### YOUR GOAL
Below are entries. Reproduce exactly the lines between the line holding "spread, median (95th" and the line holding "parts = [_facts(facts)]", inclusive, and only those.

(Saved entries)
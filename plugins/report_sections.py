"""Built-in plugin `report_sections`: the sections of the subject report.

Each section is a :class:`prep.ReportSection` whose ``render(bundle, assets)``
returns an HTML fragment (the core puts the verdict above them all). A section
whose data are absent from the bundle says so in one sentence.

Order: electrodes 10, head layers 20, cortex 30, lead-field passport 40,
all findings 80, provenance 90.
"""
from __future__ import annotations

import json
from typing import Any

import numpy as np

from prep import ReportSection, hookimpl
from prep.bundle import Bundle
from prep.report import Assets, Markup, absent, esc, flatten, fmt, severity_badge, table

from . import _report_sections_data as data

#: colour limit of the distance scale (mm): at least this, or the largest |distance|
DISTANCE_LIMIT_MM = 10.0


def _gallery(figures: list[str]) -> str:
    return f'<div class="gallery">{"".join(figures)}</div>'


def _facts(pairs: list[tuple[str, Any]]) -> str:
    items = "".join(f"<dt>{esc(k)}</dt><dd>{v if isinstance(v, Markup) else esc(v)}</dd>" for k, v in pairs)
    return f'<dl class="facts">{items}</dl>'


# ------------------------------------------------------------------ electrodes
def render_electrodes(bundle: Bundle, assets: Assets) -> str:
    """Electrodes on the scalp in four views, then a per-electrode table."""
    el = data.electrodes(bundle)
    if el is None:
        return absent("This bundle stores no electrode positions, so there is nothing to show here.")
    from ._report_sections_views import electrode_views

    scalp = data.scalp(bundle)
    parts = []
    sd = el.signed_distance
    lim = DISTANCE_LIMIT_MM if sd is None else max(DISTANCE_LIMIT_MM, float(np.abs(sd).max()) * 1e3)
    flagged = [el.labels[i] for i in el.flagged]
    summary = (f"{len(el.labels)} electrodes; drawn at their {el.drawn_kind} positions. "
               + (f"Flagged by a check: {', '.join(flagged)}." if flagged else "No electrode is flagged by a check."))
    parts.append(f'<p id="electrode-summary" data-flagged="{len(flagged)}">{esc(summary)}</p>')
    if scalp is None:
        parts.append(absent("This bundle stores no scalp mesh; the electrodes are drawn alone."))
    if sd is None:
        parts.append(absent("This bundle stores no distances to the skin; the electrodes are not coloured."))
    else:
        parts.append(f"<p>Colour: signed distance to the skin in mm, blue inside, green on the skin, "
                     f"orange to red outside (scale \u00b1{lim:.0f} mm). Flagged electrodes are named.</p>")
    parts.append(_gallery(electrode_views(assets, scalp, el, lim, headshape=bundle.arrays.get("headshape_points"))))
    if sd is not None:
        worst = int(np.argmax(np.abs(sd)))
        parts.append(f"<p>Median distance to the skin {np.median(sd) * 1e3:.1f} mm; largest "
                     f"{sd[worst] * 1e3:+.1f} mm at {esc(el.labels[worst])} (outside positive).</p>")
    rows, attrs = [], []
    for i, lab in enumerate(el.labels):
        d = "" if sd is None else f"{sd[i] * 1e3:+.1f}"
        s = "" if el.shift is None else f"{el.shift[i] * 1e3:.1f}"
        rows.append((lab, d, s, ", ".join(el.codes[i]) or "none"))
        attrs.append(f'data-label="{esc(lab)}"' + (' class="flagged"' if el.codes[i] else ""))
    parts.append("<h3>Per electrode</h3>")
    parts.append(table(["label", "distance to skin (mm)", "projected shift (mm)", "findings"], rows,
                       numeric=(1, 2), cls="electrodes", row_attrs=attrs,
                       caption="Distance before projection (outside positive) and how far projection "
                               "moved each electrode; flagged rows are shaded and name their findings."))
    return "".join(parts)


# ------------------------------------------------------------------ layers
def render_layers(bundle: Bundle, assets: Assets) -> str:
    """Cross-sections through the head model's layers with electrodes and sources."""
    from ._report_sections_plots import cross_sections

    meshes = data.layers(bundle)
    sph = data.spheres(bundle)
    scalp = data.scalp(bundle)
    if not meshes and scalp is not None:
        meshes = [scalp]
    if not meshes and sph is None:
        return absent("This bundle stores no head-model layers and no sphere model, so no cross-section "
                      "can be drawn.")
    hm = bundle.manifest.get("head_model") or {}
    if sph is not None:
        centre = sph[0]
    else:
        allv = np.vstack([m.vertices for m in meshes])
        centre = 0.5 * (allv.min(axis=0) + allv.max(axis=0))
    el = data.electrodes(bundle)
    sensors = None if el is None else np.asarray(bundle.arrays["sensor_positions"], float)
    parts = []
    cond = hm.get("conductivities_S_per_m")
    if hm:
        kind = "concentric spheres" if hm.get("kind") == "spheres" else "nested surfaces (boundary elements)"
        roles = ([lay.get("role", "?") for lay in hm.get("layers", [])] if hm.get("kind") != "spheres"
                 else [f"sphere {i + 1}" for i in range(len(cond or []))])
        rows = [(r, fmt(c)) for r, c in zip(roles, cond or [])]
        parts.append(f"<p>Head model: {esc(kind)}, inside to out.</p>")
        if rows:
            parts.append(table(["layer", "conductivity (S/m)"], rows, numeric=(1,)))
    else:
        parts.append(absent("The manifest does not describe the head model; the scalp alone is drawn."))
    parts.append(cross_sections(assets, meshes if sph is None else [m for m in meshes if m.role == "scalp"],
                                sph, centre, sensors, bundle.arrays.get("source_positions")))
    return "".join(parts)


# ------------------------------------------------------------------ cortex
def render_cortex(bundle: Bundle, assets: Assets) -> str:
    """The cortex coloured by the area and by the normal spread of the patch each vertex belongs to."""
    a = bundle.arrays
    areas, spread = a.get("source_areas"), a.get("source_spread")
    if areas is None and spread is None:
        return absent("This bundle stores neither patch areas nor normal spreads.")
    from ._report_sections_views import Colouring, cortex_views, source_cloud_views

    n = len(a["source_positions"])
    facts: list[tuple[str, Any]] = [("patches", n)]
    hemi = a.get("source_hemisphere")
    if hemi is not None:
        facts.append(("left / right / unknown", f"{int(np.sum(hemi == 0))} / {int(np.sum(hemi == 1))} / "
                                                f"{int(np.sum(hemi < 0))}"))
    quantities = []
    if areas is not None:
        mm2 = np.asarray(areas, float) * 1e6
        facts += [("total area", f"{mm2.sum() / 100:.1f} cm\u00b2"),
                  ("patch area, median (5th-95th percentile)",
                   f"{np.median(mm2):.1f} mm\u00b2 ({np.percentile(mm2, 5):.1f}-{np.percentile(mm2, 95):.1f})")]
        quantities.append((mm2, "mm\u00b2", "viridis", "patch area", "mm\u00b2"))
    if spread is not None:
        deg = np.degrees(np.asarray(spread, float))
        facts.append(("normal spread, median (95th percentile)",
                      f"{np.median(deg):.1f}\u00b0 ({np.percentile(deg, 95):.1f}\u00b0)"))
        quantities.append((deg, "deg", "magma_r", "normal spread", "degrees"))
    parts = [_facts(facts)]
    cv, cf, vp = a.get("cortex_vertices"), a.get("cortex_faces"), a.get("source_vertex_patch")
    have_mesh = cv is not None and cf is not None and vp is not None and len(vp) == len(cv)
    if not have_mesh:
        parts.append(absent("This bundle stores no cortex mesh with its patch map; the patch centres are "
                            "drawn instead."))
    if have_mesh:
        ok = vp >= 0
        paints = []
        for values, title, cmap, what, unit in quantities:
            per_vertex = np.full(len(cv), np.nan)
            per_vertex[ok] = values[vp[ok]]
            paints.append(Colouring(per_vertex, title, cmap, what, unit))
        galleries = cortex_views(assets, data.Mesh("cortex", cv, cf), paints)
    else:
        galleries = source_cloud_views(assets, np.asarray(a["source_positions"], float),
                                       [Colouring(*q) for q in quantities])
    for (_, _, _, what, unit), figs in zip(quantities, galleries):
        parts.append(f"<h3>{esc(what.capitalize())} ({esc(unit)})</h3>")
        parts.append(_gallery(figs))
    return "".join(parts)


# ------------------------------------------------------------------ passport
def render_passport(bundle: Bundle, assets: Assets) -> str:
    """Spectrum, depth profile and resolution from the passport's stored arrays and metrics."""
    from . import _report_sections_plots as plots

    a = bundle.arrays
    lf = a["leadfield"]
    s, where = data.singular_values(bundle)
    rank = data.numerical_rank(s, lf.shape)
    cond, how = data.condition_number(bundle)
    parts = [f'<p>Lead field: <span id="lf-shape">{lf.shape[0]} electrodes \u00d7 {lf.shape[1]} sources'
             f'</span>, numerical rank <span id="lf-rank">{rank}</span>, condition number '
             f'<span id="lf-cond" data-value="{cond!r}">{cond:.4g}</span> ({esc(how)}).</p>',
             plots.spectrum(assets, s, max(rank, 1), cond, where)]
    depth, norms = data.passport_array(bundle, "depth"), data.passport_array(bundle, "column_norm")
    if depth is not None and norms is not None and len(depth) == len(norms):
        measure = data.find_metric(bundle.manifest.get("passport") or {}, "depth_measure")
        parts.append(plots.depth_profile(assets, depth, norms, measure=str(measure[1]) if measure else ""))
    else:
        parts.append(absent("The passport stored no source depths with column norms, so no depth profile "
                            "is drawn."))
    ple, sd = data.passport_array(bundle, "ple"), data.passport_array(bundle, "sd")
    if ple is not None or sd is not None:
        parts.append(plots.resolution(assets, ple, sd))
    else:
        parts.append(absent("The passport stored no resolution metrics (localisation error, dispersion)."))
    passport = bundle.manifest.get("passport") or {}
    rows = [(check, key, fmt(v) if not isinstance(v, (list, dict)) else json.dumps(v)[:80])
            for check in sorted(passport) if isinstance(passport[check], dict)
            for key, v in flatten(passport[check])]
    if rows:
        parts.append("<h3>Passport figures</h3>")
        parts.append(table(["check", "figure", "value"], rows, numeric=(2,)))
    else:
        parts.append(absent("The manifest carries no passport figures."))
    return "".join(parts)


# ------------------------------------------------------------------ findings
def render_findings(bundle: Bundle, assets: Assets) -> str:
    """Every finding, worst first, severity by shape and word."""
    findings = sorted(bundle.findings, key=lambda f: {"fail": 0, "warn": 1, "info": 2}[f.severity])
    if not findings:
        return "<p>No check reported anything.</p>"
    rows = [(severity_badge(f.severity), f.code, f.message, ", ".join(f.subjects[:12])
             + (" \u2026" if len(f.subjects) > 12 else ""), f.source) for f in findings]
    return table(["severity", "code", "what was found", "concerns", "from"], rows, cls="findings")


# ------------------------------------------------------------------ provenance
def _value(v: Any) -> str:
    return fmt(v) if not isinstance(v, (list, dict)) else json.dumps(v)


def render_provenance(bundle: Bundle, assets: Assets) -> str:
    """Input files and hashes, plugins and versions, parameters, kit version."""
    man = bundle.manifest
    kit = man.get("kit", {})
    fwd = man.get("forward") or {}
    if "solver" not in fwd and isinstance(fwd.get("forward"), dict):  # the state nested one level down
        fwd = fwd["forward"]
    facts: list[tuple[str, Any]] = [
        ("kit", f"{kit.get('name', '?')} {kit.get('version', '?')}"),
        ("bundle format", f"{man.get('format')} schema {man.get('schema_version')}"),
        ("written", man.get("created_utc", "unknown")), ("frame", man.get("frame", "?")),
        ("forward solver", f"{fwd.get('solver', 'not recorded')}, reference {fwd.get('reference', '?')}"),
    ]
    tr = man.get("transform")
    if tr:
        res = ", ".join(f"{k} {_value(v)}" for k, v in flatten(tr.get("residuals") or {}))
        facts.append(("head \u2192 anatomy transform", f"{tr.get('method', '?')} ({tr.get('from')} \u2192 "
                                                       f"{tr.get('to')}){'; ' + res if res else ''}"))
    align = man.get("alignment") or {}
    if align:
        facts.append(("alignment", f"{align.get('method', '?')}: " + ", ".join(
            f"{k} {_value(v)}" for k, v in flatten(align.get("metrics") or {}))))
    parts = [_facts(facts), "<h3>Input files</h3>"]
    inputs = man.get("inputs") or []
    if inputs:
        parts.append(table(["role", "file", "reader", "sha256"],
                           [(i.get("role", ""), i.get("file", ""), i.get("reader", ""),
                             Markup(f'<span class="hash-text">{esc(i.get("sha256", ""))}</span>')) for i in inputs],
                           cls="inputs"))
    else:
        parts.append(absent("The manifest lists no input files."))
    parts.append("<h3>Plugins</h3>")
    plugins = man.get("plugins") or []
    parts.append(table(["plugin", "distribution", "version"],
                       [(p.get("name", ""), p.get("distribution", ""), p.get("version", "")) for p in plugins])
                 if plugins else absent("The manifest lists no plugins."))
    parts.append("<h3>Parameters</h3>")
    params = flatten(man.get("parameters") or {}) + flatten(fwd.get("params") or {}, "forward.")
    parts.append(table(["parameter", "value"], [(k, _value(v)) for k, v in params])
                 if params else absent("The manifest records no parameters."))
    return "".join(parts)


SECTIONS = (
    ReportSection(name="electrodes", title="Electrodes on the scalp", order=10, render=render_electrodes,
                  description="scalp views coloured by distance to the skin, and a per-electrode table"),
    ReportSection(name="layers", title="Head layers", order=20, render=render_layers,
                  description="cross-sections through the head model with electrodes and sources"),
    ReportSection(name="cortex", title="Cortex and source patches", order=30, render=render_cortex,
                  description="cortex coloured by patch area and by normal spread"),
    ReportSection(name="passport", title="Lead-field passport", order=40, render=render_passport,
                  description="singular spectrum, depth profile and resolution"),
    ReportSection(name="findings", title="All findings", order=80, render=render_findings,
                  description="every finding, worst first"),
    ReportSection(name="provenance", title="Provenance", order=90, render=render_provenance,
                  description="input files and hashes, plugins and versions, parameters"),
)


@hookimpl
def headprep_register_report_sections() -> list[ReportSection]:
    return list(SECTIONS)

### SOLUTION TO THIS EXERCISE
        facts.append(("normal spread, median (95th percentile)",
                      f"{np.median(deg):.1f}\u00b0 ({np.percentile(deg, 95):.1f}\u00b0)"))
        quantities.append((deg, "deg", "magma_r", "normal spread", "degrees"))
    parts = [_facts(facts)]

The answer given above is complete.